Thank you, she whispered breathlessly. I was too busy staring at the leather couch in the living room, dreaming of the ways my hands could roam across her chest, to notice the far-away mist in her eyes. She gazed out the window, into the blue expanse of sky. Not a speck of cloud could be seen for miles.
It’s perfect, the dancer sighed.


In late March, cherry blossom seeds swelled into full bloom. They floated like petals of sunrise in the breeze, swirling about my ankles wherever I went. The dancer loved them. She pranced with them on her tiptoes, leaping over cracks of sidewalk with rose-hued carpels stuck in her hair. For the first time, she laughed, and our eyes made sunsets.

 

* * *

 

The dancer began to make love with crystallized drugs more than she did with me. At that point, I was tired of chasing after her. It had been months, and I still felt as though she were a surreal illusion, nothing more than a mirage of lust and poor decisions.

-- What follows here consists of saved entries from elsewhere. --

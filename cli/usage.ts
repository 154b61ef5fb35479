/** Usage texts of the `tenuis` command and its subcommands. */

export const PRESET_USAGE = `Usage:
  tenuis preset --list                      list the presets
  tenuis preset NAME [--set key=value ...]  print the complete case file of a preset (JSON, SI units)
  tenuis preset NAME --help                 the preset's parameters with units and defaults

Values may carry units: --set gap=2mm --set temperature=25C --set knudsen=0.5`;

export const RUN_USAGE = `Usage:
  tenuis run CASE.json --out DIR [--seed N] [--replicas N] [--save-samples FILE]
             [--target Q=F] [--max-steps N] [--max-seconds S] [--checkpoint FILE] [--quiet]
  tenuis run --resume FILE --out DIR [--checkpoint FILE] [--quiet]

Runs the case and writes summary.json, profiles.csv, fields.csv, surfaces.csv and case.json (the case as run,
complete and explicit) into DIR. The files appear only when the run has ended: an error leaves DIR as it was;
Ctrl-C stops the run and writes what was sampled so far (exit code 130).
  --out, -o DIR         output folder (created if needed; files of the same names in it are replaced)
  --seed N              random seed, overriding the case's
  --replicas, -r N      N independent replicas on N worker threads (one per core), merged into one result;
                        replicas.json lists each replica's status and its own wall estimates.
  --save-samples FILE   also write the raw batch sums as a sample file, for tenuis merge
  --target Q=F          stop when quantity Q's 95 % half-width is within fraction F of its mean, e.g.
                        walls.top.shearStress=0.01 (or =1%); the progress line shows the precision reached and the
                        estimated time to the target. Without --max-steps, sampling may run to 50 × the case's
                        sampleSteps per replica.
  --max-steps N         sampling steps per replica (overrides the case's sampleSteps)
  --max-seconds S       stop sampling after S seconds of wall time
  --checkpoint FILE     keep a checkpoint of the whole run in FILE (every --checkpoint-every N steps, by default
                        every twentieth of the run, and on Ctrl-C); single replica only
  --resume FILE         continue a checkpointed run (no case file): the result is exactly that of an
                        uninterrupted run
  --quiet, -q           no progress line and no summary (warnings and errors are still printed)`;

export const MERGE_USAGE = `Usage:
  tenuis merge FILE... --out DIR [--quiet]

Combines sample files written by tenuis run --save-samples (replicas of one case, e.g. run on many machines with
different seeds) into one result with error bars from all of them, written into DIR like tenuis run does.`;

export const CHECK_USAGE = `Usage:
  tenuis check CASE.json

Validates the case and plans it: prints the reference state, grid, time step, particles and the advisor's ratios.
Exit code 0 when the case is valid and can run, 1 otherwise.`;

export const SCHEMA_USAGE = `Usage:
  tenuis schema

Prints the JSON Schema (draft 2020-12) of the case file.`;

export const CONTINUUM_USAGE = `Usage:
  tenuis continuum cavity --reynolds R [--grid N] [--slip none|first --knudsen K [--accommodation S]] --out DIR
                          [--tolerance T] [--max-iterations N] [--pseudo-time-step D] [--quiet]

Solves the steady incompressible Navier–Stokes equations for the lid-driven unit square cavity (lid at y = 1 moving
in +x) and writes centerlines.csv (u on x = 0.5 against y, v on y = 0.5 against x) and summary.json (iterations,
residual, centreline extrema) into DIR. Dimensionless: lengths in cavity sides, velocities in lid speeds.
  --reynolds R          Reynolds number U·L/ν, above 0
  --grid N              grid points per side, at least 9 (default 129; 33, 65, 129, 257 … solve fastest)
  --slip none|first     no-slip walls (default) or first-order Maxwell slip u_s − u_w = ((2−σ)/σ)·Kn·∂u/∂n on all walls
  --knudsen K           Kn = λ/L with the viscosity-based mean free path, at least 0 (with --slip first)
  --accommodation S     tangential momentum accommodation σ of the walls, above 0 and at most 1 (default 1)
  --tolerance T         residual to stop at (default 1e-10: the largest point-relaxation change left in ω and ψ)
  --max-iterations N    pseudo-time steps at most (default 20000)
  --pseudo-time-step D  pseudo-time step in L/U (default min(Re·h/8, 25h), h = 1/(N−1))
  --out, -o DIR         output folder (created if needed; files of the same names in it are replaced)
  --quiet, -q           no summary line`;

export const SWEEP_USAGE = `Usage:
  tenuis sweep CASE.json --param knudsen|pressure --from A --to B --points N [--log] --out DIR
               [--replicas R] [--seed S] [--quiet]

Runs the case at N values of a parameter from A to B and writes DIR/sweep.csv (per point: the swept value, the
reference Knudsen number, rarefaction δ and pressure, and every flow quantity with its 95 % half-width — or, for
cases without flow sections, each wall's shear stress and heat flux; units in every header), DIR/sweep.json (every
point's summary) and each point's full result in DIR/points/NNN/ (as tenuis run writes it). A point changes only the
pressures: all of them are scaled by the same factor (Kn ∝ 1/p at fixed temperature and geometry), so pressure
ratios are kept. Cells and time step the case leaves unset are planned again for each point; those it fixes are kept
(the planner's warnings then say when cells grow beyond the mean free path). Every point is planned before anything
runs; Ctrl-C stops the running point, keeps what it sampled and writes the table so far, marked interrupted (exit 130).
  --param knudsen|pressure  knudsen: the case's reference Knudsen number; pressure: its reference (initial) pressure
  --from A, --to B          the ends of the range, above 0; pressures may carry a unit (10Pa, 0.1mbar, 1Torr)
  --points N                a whole number from 1 to 999 (1: just A)
  --log                     geometric spacing (equal ratios) instead of equal steps
  --out, -o DIR             output folder (created if needed; files of the same names in it are replaced)
  --replicas, -r R          R replicas per point on R worker threads, merged (as tenuis run --replicas)
  --seed S                  random seed of every point, overriding the case's
  --quiet, -q               no progress lines (warnings and errors are still printed)`;

export const MAIN_USAGE = `tenuis: rarefied gas flows by direct simulation Monte Carlo, from the command line

Usage:
  tenuis preset NAME [--set key=value ...]   print a case file built from a preset (--list, NAME --help)
  tenuis check CASE.json                     validate a case and show its plan
  tenuis run CASE.json --out DIR [--seed N] [--replicas N] [--save-samples FILE] [--quiet]
                                             run a case and write the results into DIR
  tenuis merge FILE... --out DIR             merge saved sample files of one case into one result
  tenuis sweep CASE.json --param knudsen --from A --to B --points N [--log] --out DIR
                                             run a case over a range of Knudsen numbers or pressures
  tenuis schema                              print the case file's JSON Schema
  tenuis continuum cavity --reynolds R --out DIR   steady Navier–Stokes lid-driven cavity (no-slip or slip walls)
  tenuis help [COMMAND]                      this text, or a command's

Case files are JSON with SI units; the field names carry the unit (pressurePa, lengthYM).
Exit codes: 0 success, 1 bad input, 2 wrong usage, 130 interrupted.`;

export const COMMAND_USAGE: Readonly<Record<string, string>> = {
  preset: PRESET_USAGE,
  run: RUN_USAGE,
  merge: MERGE_USAGE,
  sweep: SWEEP_USAGE,
  check: CHECK_USAGE,
  schema: SCHEMA_USAGE,
  continuum: CONTINUUM_USAGE,
};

“I pay for your f***ing house and tuition, and this is what I get in return?” I pointed at the cigar straddled between her fingers. The dancer rolled her eyes and mimicked my blotchy expression. “Get out,” I spat. I have never been a good person, never pretended to be charitable or nice to other people, but at least I wasn’t ungrateful. The dancer’s irises rippled with something I couldn’t quite make out. She blinked, as if to get rid of it, her mouth hardening into an unreadable expression. Her delicate hands tightened over her small suitcase, packed with the few belongings she had; no photo albums or sentiments to bring along, just the necessities. The dancer left that night, to where remains a mystery. The house key lingered in its drawer.

 

* * *

I think she wanted to disappear, just to prove that she could. The coroner said that it was a drug overdose, but even with the evidence I wasn’t quite sure. When the dancer left, the world became a dream, and I was trapped inside. It felt as though fate’s invisible hands controlled every fiber of my existence, and there was no way to escape its wrath.


I never sold her townhouse, but I never stepped foot in it either. Sometimes, I sat outside my porch steps and listened to the patter of rain as it descended onto branches of cherry blossoms. In early April, entire galaxies of thunderstorms swirled around back-alleys, illuminating hunched figures lighting cigars from their fingertips. The smoke would float upwards and disappear, and I’m starting to think that maybe drugs were the only thing that truly understood her. I’m starting to think that I never knew her at all. I never learned the dancer’s name. She never told me. A name establishes a degree of sentimentality, of attachment and belonging. It only makes sense then, that she never had one.